9flats.com
- Website type: Privately held company
- Founded: 2010; 16 years ago, Launch: March 2011; 15 years ago
- Headquarters: Singapore
- Owners: eVentures, Redpoint, T-Ventures, Founders
- Founder: Stephan Uhrenbacher Roman Bach
- Key people: Stephan Uhrenbacher, Chairman
- Industry: Lodging
- Website: www.9flats.com

= 9flats =

Online short-term lodging marketplace website

9flats is an online marketplace enabling people to lease or rent short-term lodging. The company does not own any lodging; it is merely a broker and receives commissions from both guests and hosts in conjunction with every booking.

The site competes with Airbnb.

It has over 50,000 members and 30,000 hosts in 104 countries.

==History==
9flats was launched by German internet entrepreneur Stephan Uhrenbacher – founder of Qype, and former head of northern European operations for lastminute.com.

The founders secured funding from venture capital fund E.ventures (CityDeal/Groupon) and launched 9flats.com in February 2011 with an inventory of 5,000 places.

In May 2011, 9flats secured another round of investment from venture capital funds Redpoint Ventures (HomeAway), ProFounder (ex-lastminute.com) and Greycroft Partners, bringing the total funding to US$10 million.

In late 2011, 9flats became the first well-known European or North American company in the social travel space to open an Asian office in Singapore, led by VP of Asia Ng Wei Leen, establishing a presence ahead of global competitors like Airbnb.

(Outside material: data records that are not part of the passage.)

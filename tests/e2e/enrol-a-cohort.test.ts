import { expect, expectAccessible, test } from './support/test';
import { screenshots } from './support/screenshots';

const office = 'office@averholm.example';

test('a school admin enrols a cohort: places by card, a list, letters, students', async ({
	as,
	stranger,
	mail,
	site
}) => {
	test.setTimeout(150_000);
	const page = await as(office);
	await page.goto('/s/averholm/cohorts');
	await page.getByLabel('Name').fill('Winter intake, quay group');
	await page
		.getByLabel('Course', { exact: true })
		.selectOption({ label: 'Reading failed engines' });
	await page.getByLabel('First day').fill('2026-12-07');
	await page.getByLabel('Last day').fill('2026-12-01');
	await page.getByLabel('Instructor').selectOption({ label: 'Rune Castellane' });
	await page.getByRole('button', { name: 'Make the cohort' }).click();
	await expect(page.getByText('The last day comes after the first.')).toBeVisible();
	await expect(page.getByLabel('Name')).toHaveValue('Winter intake, quay group');
	await page.getByLabel('Last day').fill('2027-03-19');
	await page.getByRole('button', { name: 'Make the cohort' }).click();
	await expect(page.getByRole('heading', { name: 'Winter intake, quay group' })).toBeVisible();

	await test.step('a faulty list is named row by row, and nothing is written', async () => {
		await page
			.getByLabel('The list')
			.fill('Anna Strand,anna@quay.example\nNo Mail,\nTwice,anna@quay.example');
		await page.getByRole('button', { name: 'Check the list' }).click();
		await expect(page.getByText('2 rows need mending first')).toBeVisible();
		await expect(page.getByText('The e-mail address is missing.')).toBeVisible();
		await expect(page.getByText('The same e-mail address stands in line 1.')).toBeVisible();
		await expectAccessible(page);
		await page.reload();
		await expect(page.getByText('Nobody is on the roster yet.')).toBeVisible();
	});

	await test.step('a card that is refused opens nothing', async () => {
		await page.getByRole('spinbutton', { name: 'Places', exact: true }).fill('2');
		await page.getByRole('button', { name: 'To the till' }).click();
		await expect(page).toHaveURL(new RegExp(`^${site.till.url}`));
		await page.locator('#card').fill('4000 0000 0000 0002');
		await page.getByRole('button', { name: 'Pay' }).click();
		await expect(page.getByText(/refused|declined/i).first()).toBeVisible();
		await page.locator('#card').fill('4242 4242 4242 4242');
	});

	await test.step('the signed event opens the places, not the way back', async () => {
		await site.till.hold(true);
		await page.getByRole('button', { name: 'Pay' }).click();
		await expect(page.getByText("Waiting for the till's confirmation")).toBeVisible();
		await expect(page.getByText('0 paid, 0 free')).toBeVisible();
		await site.till.hold(false);
		await expect(page.getByText('The payment came in. 2 places are open.')).toBeVisible({
			timeout: 20_000
		});
		await expect(page.getByText('2 paid, 2 free')).toBeVisible();
	});

	await test.step('an event that comes again counts once', async () => {
		const events = await site.till.events();
		const statuses = await site.till.resend([...events, ...events].map((one) => one.id).reverse());
		expect(new Set(statuses)).toEqual(new Set([200]));
		await page.waitForTimeout(2500);
		await page.reload();
		await expect(page.getByText('2 paid, 2 free')).toBeVisible();
	});

	await test.step('a list longer than the places says so and enrols up to them', async () => {
		const list =
			'name;e-mail;number\nAnna Strand;anna@quay.example;Q-1\nInes Gallowan;ines@averholm.example;\nPer Dalby;per@quay.example;Q-3';
		await page.getByLabel('The list').fill(list);
		await page.getByRole('button', { name: 'Check the list' }).click();
		await expect(
			page.getByText('2 would be invited, 1 would wait: the list is longer than the paid places')
		).toBeVisible();
		await page.getByRole('button', { name: 'Write 3 and invite 2' }).click();
		await expect(
			page.getByText('3 added. 2 invited by e-mail. 1 waits until places are paid.')
		).toBeVisible();
	});

	const link = await mail.linkTo('anna@quay.example', /Your place in/, /^\/invitation\//);
	await test.step('a new person follows the link, sets a password and is in', async () => {
		const anna = await stranger();
		await anna.goto(link);
		await expect(anna.getByText('Averholm Trade School').first()).toBeVisible();
		await expectAccessible(anna);
		await screenshots(anna, 'invitation');
		await anna.reload();
		await anna.getByLabel('Password').first().fill('short');
		await anna
			.getByRole('button')
			.filter({ hasText: /place|accept/i })
			.first()
			.click();
		await expect(anna.getByText('Use at least 12 characters.').first()).toBeVisible();
		await anna.getByLabel('Password').first().fill('a few plain words');
		await anna
			.getByRole('button')
			.filter({ hasText: /place|accept/i })
			.first()
			.click();
		await expect(anna.getByRole('heading', { name: 'Your bench' })).toBeVisible();
		await expect(anna.getByText('Winter intake, quay group').first()).toBeVisible();
		await anna.goto(link);
		await expect(anna.getByRole('button').filter({ hasText: /take|accept/i })).toHaveCount(0);
	});

	await test.step('an account that exists is asked to sign in, and then accepts', async () => {
		const invited = await mail.linkTo('ines@averholm.example', /Your place in/, /^\/invitation\//);
		const ines = await stranger();
		await ines.goto(invited);
		await expect(ines.getByLabel('Choose a password')).toHaveCount(0);
		await ines
			.getByRole('link', { name: /sign in/i })
			.last()
			.click();
		await ines.getByLabel('Password').fill('averholm-demo');
		const email = ines.getByLabel('E-mail');
		if ((await email.inputValue()) === '') await email.fill('ines@averholm.example');
		await ines.getByRole('button', { name: 'Sign in', exact: true }).click();
		await ines
			.getByRole('button')
			.filter({ hasText: /place|accept/i })
			.first()
			.click();
		await expect(ines.getByText('Winter intake, quay group').first()).toBeVisible();
	});

	await test.step('a purchase order opens the place that was waited for', async () => {
		await page.getByText('Record a payment made another way').click();
		await page.getByLabel('Paid places').fill('1');
		await page.getByLabel('How it was paid').selectOption('purchase-order');
		await page.getByLabel('Its number').fill('PO-7731');
		await page.getByRole('button', { name: 'Record it' }).click();
		await expect(page.getByText('purchase order, PO-7731')).toBeVisible();
		await mail.letterTo('per@quay.example', /Your place in/);
	});

	await test.step('the chart shows the cohort, and hours can be entered', async () => {
		const instructor = await as('instructor2@averholm.example');
		await instructor.goto('/s/averholm/progress');
		await instructor.getByRole('link', { name: 'Winter intake, quay group' }).click();
		await instructor.getByRole('link', { name: 'Ines Gallowan' }).click();
		await instructor.getByLabel('Hours').fill('2,5');
		await instructor.getByLabel('What was done').fill('Strip-down');
		await instructor.getByRole('button', { name: 'Enter the hours' }).click();
		await expect(instructor.getByText(/as a number|before the cohort began/).first()).toBeVisible();
	});
});
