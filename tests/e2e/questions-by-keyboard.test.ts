import { expect, expectAccessible, test } from './support/test';

test('a quiz is sat and read with the keyboard alone', async ({ as }) => {
	const page = await as('student@averholm.example');
	await page.goto('/s/averholm/bench');
	await page.getByRole('link', { name: 'Torque and tagging' }).press('Enter');
	await page.getByRole('button', { name: 'Begin the sitting' }).press('Enter');
	const saved = page.locator('[data-save-state="saved"]');
	await expect(saved).toBeVisible();

	await test.step('a tightening order: focus stays among the bolts, to the last of them', async () => {
		const group = page.getByRole('group', { name: 'Take the next bolt' });
		const bolts = await group.getByRole('button').count();
		await group.getByRole('button').nth(1).focus();
		for (let taken = 1; taken < bolts; taken++) {
			await page.keyboard.press('Enter');
			await expect(group.getByRole('button')).toHaveCount(bolts - taken);
			await expect(group.locator('button:focus')).toHaveCount(1);
		}
		await page.keyboard.press('Space');
		await expect(page.getByRole('button', { name: 'Take the last one back' })).toBeFocused();
		await page.keyboard.press('Enter');
		await expect(group.getByRole('button')).toHaveCount(1);
	});

	await test.step('a choice by arrow key, a figure with its unit by typing', async () => {
		const radio = page.locator('main li input[type=radio]').first();
		await radio.focus();
		await page.keyboard.press('ArrowDown');
		await page.getByLabel('Your figure').first().focus();
		await page.keyboard.type('12.5');
		await page.keyboard.press('Tab');
		await expect(page.getByLabel('Unit').first()).toBeFocused();
		await expect(saved).toBeVisible();
	});

	await page.getByRole('button', { name: 'Hand in' }).press('Enter');
	await expect(page.getByRole('heading', { name: /result/ })).toBeVisible();
	// What was asked is read out on the result, too: in the tree, and not to be changed.
	await expect(page.getByRole('radio').first()).toBeDisabled();
	await expect(page.getByText('Left out').first()).toBeVisible();
	await expectAccessible(page);
});
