import type { Page } from '@playwright/test';
import { expect, expectAccessible, test } from './support/test';
import { isTooWide, screenshots } from './support/screenshots';

const people = [
	'edda@averholm.example',
	'tomasz@averholm.example',
	'ines@averholm.example',
	'instructor@averholm.example',
	'verifier@averholm.example',
	'office@averholm.example',
	'student@korrig.example',
	'instructor2@korrig.example'
];
/** A list may lead to a hundred pages alike: a few of each shape are walked. */
const ofEachShape = 2;
const shapeOf = (path: string) =>
	path
		.replace(/[0-9A-HJKMNP-TV-Z]{26}/g, ':id')
		.replace(/(lessons|job-sheets|quizzes)\/.*/, '$1/:step')
		// Each calculator is walked by the crib's own test.
		.replace(/\/crib\/.+/, '/crib/:calculator')
		.replace(/(data-sheets\/)(?:\w+\/)?[a-z]+\d[\w-]*/, '$1:sheet');

const linksOf = (page: Page) =>
	page.locator('a[href]').evaluateAll((all) =>
		all
			.map((one) => new URL(one.getAttribute('href') ?? '', location.href))
			.filter((url) => url.origin === location.origin)
			.map((url) => url.pathname)
			.filter((path) => !/\/(files?|readme|api|pdf|download)(\/|$)|\.\w+$/.test(path))
	);

for (const who of people)
	test(`every page that ${who} is led to fits a phone and can be used by all`, async ({ as }) => {
		test.setTimeout(180_000);
		const page = await as(who);
		await page.setViewportSize({ width: 360, height: 800 });
		await page.goto('/');
		const waiting = ['/account', ...(await linksOf(page))];
		const counts = new Map<string, number>();
		const walked = new Set<string>();
		const faults: string[] = []; // all of them at the end: each page is looked at
		for (let path = waiting.shift(); path; path = waiting.shift()) {
			const shape = shapeOf(path);
			if (walked.has(path) || (counts.get(shape) ?? 0) >= ofEachShape) continue;
			walked.add(path);
			counts.set(shape, (counts.get(shape) ?? 0) + 1);
			const answer = await page.goto(path);
			expect(answer?.status(), path).toBe(200);
			if (await isTooWide(page)) faults.push(`${path} is too wide`);
			await expectAccessible(page).catch((fault: Error) => faults.push(fault.message));
			await screenshots(page, path.replaceAll('/', '_').slice(0, 60));
			waiting.push(...(await linksOf(page)));
		}
		expect(faults).toEqual([]);
		expect(walked.size).toBeGreaterThan(6);
	});
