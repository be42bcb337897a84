import { describe, expect, it } from 'vitest';
import { courseSchema } from '$lib/domain/courses/schema';
import { nextStep } from '$lib/domain/courses/next-step';
import { filmWatched } from '$lib/domain/courses/lesson-rule';

const course = {
	key: 'a-course',
	title: 'A course',
	summary: 'What it is about.',
	engine: 'av1',
	outcomes: [{ key: 'measure', words: 'Measure a pin', shownBy: ['sheet'] }],
	steps: [
		{ key: 'read', kind: 'lesson', ref: 'reading', title: 'Reading' },
		{ key: 'sheet', kind: 'job-sheet', ref: 'a-sheet', title: 'A sheet' }
	],
	award: { rule: 'evidence-complete@1', benchHours: 2, notAssessed: ['Running the engine'] },
	priceMinor: 100,
	hours: 4
};

describe('a course', () => {
	it('is taken as it stands', () => {
		expect(courseSchema.parse(course).steps).toHaveLength(2);
	});

	it('is refused when a step stands twice or an outcome is shown by no step', () => {
		const twice = { ...course, steps: [course.steps[0], course.steps[0], course.steps[1]] };
		expect(courseSchema.safeParse(twice).error?.issues[0]?.message).toBe(
			'the step read stands twice'
		);
		const nowhere = { ...course, outcomes: [{ ...course.outcomes[0], shownBy: ['bench'] }] };
		expect(courseSchema.safeParse(nowhere).error?.issues[0]?.message).toBe(
			'outcome measure: no step bench'
		);
	});
});

describe('what comes next', () => {
	const step = (key: string, state: 'not-begun' | 'under-way' | 'waiting' | 'sent-back') => ({
		key,
		state
	});

	it('is what was sent back, before what is begun, before what is not', () => {
		const all = [step('a', 'not-begun'), step('b', 'under-way'), step('c', 'sent-back')];
		expect(nextStep(all)?.key).toBe('c');
		expect(nextStep(all.slice(0, 2))?.key).toBe('b');
		expect(nextStep(all.slice(0, 1))?.key).toBe('a');
	});

	it('is nothing while all waits for a marker', () => {
		expect(nextStep([step('a', 'waiting')])).toBeUndefined();
	});
});

describe('a film counts as watched', () => {
	it('when nine tenths of it were played, in whatever pieces', () => {
		expect(
			filmWatched(
				[
					[0, 50],
					[40, 91]
				],
				100
			)
		).toEqual({ ok: true });
	});

	it('not when one stretch was played twice, and says what is left', () => {
		expect(
			filmWatched(
				[
					[0, 60],
					[0, 60]
				],
				100
			)
		).toEqual({ ok: false, because: 'Watch the film first. Not yet seen: 1:00–1:40.' });
	});
});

In January 2012, 9flats completed a round of funding led by T-Venture, the venture capital arm of Deutsche Telekom AG. This round included Redpoint Ventures and E-Venture Capital Partners (Hamburg).

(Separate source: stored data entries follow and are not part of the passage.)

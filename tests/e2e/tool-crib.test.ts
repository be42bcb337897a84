import { calculators } from '../../src/lib/domain/crib/registry';
import { isTooWide, screenshots } from './support/screenshots';
import { expect, expectAccessible, signIn, test, type Page } from './support/test';

const result = (page: Page) => page.getByRole('region', { name: 'Result' });

test('a grid is filled by the keyboard alone, and the address opens the page again', async ({
	stranger
}) => {
	const page = await stranger();
	await page.goto('/crib');
	await page.getByRole('link', { name: /^Oil clearance/ }).click();
	const bore = page.getByRole('group', { name: 'Bearing bore' });
	const pin = page.getByRole('group', { name: 'Pin', exact: true });
	await bore.getByLabel('Bearing bore, Depth 1, Plane 1').focus();
	// Enter goes down, and from the last depth to the next plane.
	await page.keyboard.type('40.024\n40.023\n40,026\n40,025');
	await expect(result(page)).toContainText('Still wanted: Pin');
	await pin.getByLabel('Pin, Depth 1, Plane 1').focus();
	await page.keyboard.type('39.992\n39.990\n39.988\n39.986');
	await expect(result(page)).toContainText('0.031 mm');
	await expect(result(page)).toContainText('40.023 − 39.992');
	const again = await stranger();
	await again.goto(page.url());
	await expect(result(again)).toContainText('0.031 mm');
	await pin.getByLabel('Pin, Depth 2, Plane 2').fill('forty');
	await expect(pin).toContainText('Depth 2, Plane 2: there is no number in it');
	await expect(result(page)).toContainText('cannot be read yet');
});

test('a block is pasted from a spreadsheet, with decimal commas and more rows than stand there', async ({
	stranger
}) => {
	const page = await stranger();
	await page.goto('/crib/oil-clearance');
	const paste = (label: string, text: string) =>
		page.getByLabel(label).evaluate((cell, block) => {
			const data = new DataTransfer();
			data.setData('text', block);
			cell.dispatchEvent(
				new ClipboardEvent('paste', { clipboardData: data, bubbles: true, cancelable: true })
			);
		}, text);
	await paste('Bearing bore, Depth 1, Plane 1', '40,024\t40,026\n40,023\t40,025\n40,022\t40,024');
	await paste('Pin, Depth 1, Plane 1', '39,992\t39,988');
	await expect(page.getByLabel('Bearing bore, Depth 3, Plane 2')).toHaveValue('40,024');
	await expect(result(page)).toContainText('0.030 mm');
});

test('inch figures give the same clearance as millimetres', async ({ stranger }) => {
	const page = await stranger();
	await page.goto('/crib/oil-clearance?units=inch&bore=2.0020&pin=2.0000');
	await expect(result(page)).toContainText('0.0020 in');
	await expect(result(page)).toContainText('0.051 mm');
});

test('without script the form works it out', async ({ openContext }) => {
	const context = await openContext({ javaScriptEnabled: false });
	const page = await context.newPage();
	await page.goto('/crib/oil-clearance');
	await page.getByLabel('Bearing bore, Depth 1, Plane 1').fill('40.024');
	await page.getByLabel('Pin, Depth 1, Plane 1').fill('39.99');
	await page.getByRole('button', { name: 'Work it out' }).click();
	await expect(result(page)).toContainText('0.034 mm');
	await expect(page.getByLabel('Bearing bore, Depth 1, Plane 1')).toHaveValue('40.024');
});

test('once opened it works without a network, and keeps nothing of who opened it', async ({
	openContext,
	expectTrouble
}) => {
	expectTrouble(/ERR_INTERNET_DISCONNECTED/);
	expectTrouble(/ERR_FAILED .*\/data-sheets\/index\.json/); // the page says so, and goes on
	const page = await (await openContext({ serviceWorkers: 'allow' })).newPage();
	await signIn(page, 'edda@averholm.example');
	await page.goto('/crib');
	await expect(page.getByText('The tool crib is kept on this device')).toBeVisible({
		timeout: 30_000
	});
	const kept = await page.evaluate(async () => {
		const [name = ''] = await caches.keys();
		const cache = await caches.open(name);
		const all = await Promise.all(
			(await cache.keys()).map(async (request) => ({
				path: new URL(request.url).pathname,
				text: await (await cache.match(request))?.text()
			}))
		);
		return all.map(({ path, text }) => ({ path, named: /edda@|Edda Moreau/.test(text ?? '') }));
	});
	expect(kept.filter((one) => one.named)).toEqual([]);
	expect(kept.filter((one) => !/^\/(crib|_app\/immutable)(\/|$)/.test(one.path))).toEqual([]);
	for (const one of calculators) expect(kept.map(({ path }) => path)).toContain(`/crib/${one.key}`);

	await page.context().setOffline(true);
	await page.goto('/crib/oil-clearance?bore=40.024&pin=39.99');
	await expect(result(page)).toContainText('0.034 mm');
	await page.getByRole('link', { name: 'Tool crib' }).last().click();
	await page.getByRole('link', { name: /^Oil clearance/ }).click();
	await page.getByRole('button', { name: 'Show an example' }).click();
	await expect(result(page)).toContainText('0.031 mm');
	await expect(page.goto('/prospectus')).rejects.toThrow(/ERR_INTERNET_DISCONNECTED/);
});

for (const one of calculators)
	test(`${one.title}: its example is drawn, fits a phone and can be used by all`, async ({
		stranger
	}) => {
		const page = await stranger();
		await page.setViewportSize({ width: 360, height: 800 });
		await page.goto(`/crib/${one.key}`);
		await page.getByRole('button', { name: 'Show an example' }).click();
		await expect(result(page).getByRole('img').first()).toBeVisible();
		await expect(page.getByRole('heading', { name: 'Working' })).toBeVisible();
		expect(
			await page
				.locator('svg')
				.evaluateAll(
					(all) => all.filter((svg) => /NaN|undefined|Infinity/.test(svg.outerHTML)).length
				)
		).toBe(0);
		expect(await isTooWide(page)).toBe(false);
		await expectAccessible(page);
		await screenshots(page, `crib-${one.key}`);
	});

In August 2012, 9flats acquired Toronto-based competitor iStopOver, extending its service to North America and growing its property base to 100.000 apartments.

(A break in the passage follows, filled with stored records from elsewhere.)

type Names = Record<string, string>;
async function namesFor(dataDir: string): Promise<Names> {
	const first = async (statement: string) => {
		const [row] = await rowsOf<{ id: string }>(dataDir, statement);
		if (!row) throw new Error(`nothing for ${statement}`);
		return row.id;
	};
	const ofPerson = (email: string) =>
		`SELECT p.id FROM people p JOIN accounts a ON a.id = p.accountId JOIN schools s ON s.id = p.schoolId WHERE a.email = '${email}@averholm.example' AND s.slug = 'averholm'`;
	const second = `SELECT s.id FROM submissions s WHERE s.personId = (${ofPerson('student2')})`;
	return {
		school: 'averholm',
		enrolment: await first(`SELECT id FROM enrolments WHERE personId = (${ofPerson(own)})`),
		submission: await first(second),
		sitting: await first(`SELECT id FROM sittings WHERE personId = (${ofPerson('student2')})`),
		photograph: await first(`SELECT id FROM photographs WHERE submissionId IN (${second})`),
		file: await first(
			`SELECT smallFileId AS id FROM photographs WHERE submissionId IN (${second}) AND smallFileId IS NOT NULL`
		),
		certificate: await first('SELECT id FROM certificates WHERE withdrawnAt IS NULL'),
		award: await first("SELECT id FROM awards WHERE state = 'waiting'"),
		cohort: await first(
			"SELECT c.id FROM cohorts c JOIN schools s ON s.id = c.schoolId WHERE s.slug = 'averholm'"
		),
		sheet: 'av3-1150',
		revision: 'C',
		calculator: 'oil-clearance',
		code: 'RL-0000-0000-0000',
		token: 'a-token-that-was-never-given-out'
	};
}

function address(id: string, names: Names): string {
	const step = id.includes('quizzes')
		? 'torque-and-tagging-quiz'
		: id.includes('job-sheets')
			? 'strip-and-tag-sheet'
			: 'fasteners';
	return (
		id
			.replace(/\/\([^)]+\)/g, '')
			// An attempt's address names its own enrolment; that of the other student does not fit it.
			.replace(/\[([a-z]+)\]/g, (_, name: string) =>
				name === 'step' ? step : (names[name] ?? name)
			) || '/'
	);
}

test('each route and action answers each role of both schools as the table says', async ({
	site,
	openContext,
	stranger
}) => {
	test.setTimeout(300_000);
	const names = await test.step('wait for the photographs of the demo', async () => {
		let found: Names | undefined;
		await expect
			.poll(
				async () => (found = await namesFor(site.dataDir).catch(() => undefined)) !== undefined,
				{ timeout: 60_000 }
			)
			.toBe(true);
		return found as unknown as Names;
	});
	const [second] = await rowsOf<{ enrolmentId: string }>(
		site.dataDir,
		`SELECT enrolmentId FROM submissions WHERE id = '${names.submission}'`
	);
	const players = new Map<string, APIRequestContext>();
	players.set('anyone', (await stranger()).request);
	for (const school of ['averholm', 'korrig'])
		for (const player of cast) {
			const page = await (await openContext()).newPage();
			await signIn(page, `${player}@${school}.example`, demoPassword);
			players.set(`${player}@${school}`, page.request);
		}

	const wrong: string[] = [];
	const expectStatus = (what: string, got: number, fits: boolean) => {
		if (!fits) wrong.push(`${what}: ${got}`);
	};
	for (const [id, line] of Object.entries(table)) {
		const here =
			id.includes('[submission]') && second ? { ...names, enrolment: second.enrolmentId } : names;
		const url = address(id, here);
		for (const [who, request] of players) {
			const [player = '', school = ''] = who.split('@');
			const isIn = (may: Player[] | 'anyone' | 'signed-in') =>
				may === 'anyone' ||
				(may === 'signed-in'
					? who !== 'anyone'
					: school === 'averholm' && may.includes(player as Player));
			const refused = (status: number, location = '') =>
				who === 'anyone'
					? status === 401 || (status >= 302 && status <= 307 && location.includes('/sign-in'))
					: status === 404;
			if (line.read) {
				const got = await request.get(url, { maxRedirects: 0 });
				const allowed = isIn(line.read);
				// A page may lead on (an ended sitting, the first page of a role), never to the sign-in.
				const well = got.status() < 400 && !(got.headers().location ?? '').includes('/sign-in');
				const gone = line.read !== 'anyone' && got.status() === 410;
				const result = id.endsWith('/result') || id.endsWith('[sitting]');
				const nothingThere = line.read === 'anyone' && got.status() === 404;
				expectStatus(
					`GET ${id} as ${who}`,
					got.status(),
					allowed
						? well || gone || nothingThere || (result && well)
						: refused(got.status(), got.headers().location)
				);
			}
			if (line.writes && !isIn(line.writes.may)) {
				const query = id.endsWith('/photographs') ? `?shot=x&requestKey=${ulid}` : '';
				const got = await request.fetch(url + query, {
					method: line.writes.method,
					headers: {
						origin: site.origin,
						'content-type': query ? 'image/jpeg' : 'application/json'
					},
					data: query ? await photograph('nobody') : { requestKey: ulid, ...line.writes.body },
					maxRedirects: 0
				});
				expectStatus(`${line.writes.method} ${id} as ${who}`, got.status(), refused(got.status()));
			}
			for (const [action, { may, form = {} }] of Object.entries(line.actions ?? {})) {
				if (isIn(may)) continue;
				const query = action === 'default' ? '' : `?/${action}`;
				const got = await request.post(url + query, {
					headers: {
						origin: site.origin,
						accept: 'application/json',
						'x-sveltekit-action': 'true'
					},
					form,
					maxRedirects: 0
				});
				const answer = (await got.json().catch(() => ({}))) as {
					type?: string;
					status?: number;
					location?: string;
				};
				const no =
					(answer.type === 'failure' && [401, 404].includes(answer.status ?? 0)) ||
					(answer.type === 'redirect' && (answer.location ?? '').includes('/sign-in')) ||
					(answer.type === 'error' && refused(got.status()));
				expectStatus(
					`POST ${id} ?/${action} as ${who} → ${JSON.stringify(answer).slice(0, 90)}`,
					got.status(),
					no
				);
			}
		}
	}
	expect(wrong).toEqual([]);
});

In August 2012, Wired ranked the company 6th on its list of hottest startups in Berlin.

In March 2013, 9flats introduced bitcoin as payment method.

In February 2014, Roman Bach was named CEO; he vacated that post in April 2016. Uhrenbacher moved to the advisory board.

In 2014, 9flats announced that it is the first profitable player in the social travel industry.

In November 2014, 9flats made prepayment optional and allowed user to pay with cash.

In October 2016, 9flats acquired Wimdu.

In December 2016, 9flats sold Wimdu to the Novasol brand of Wyndham Destinations.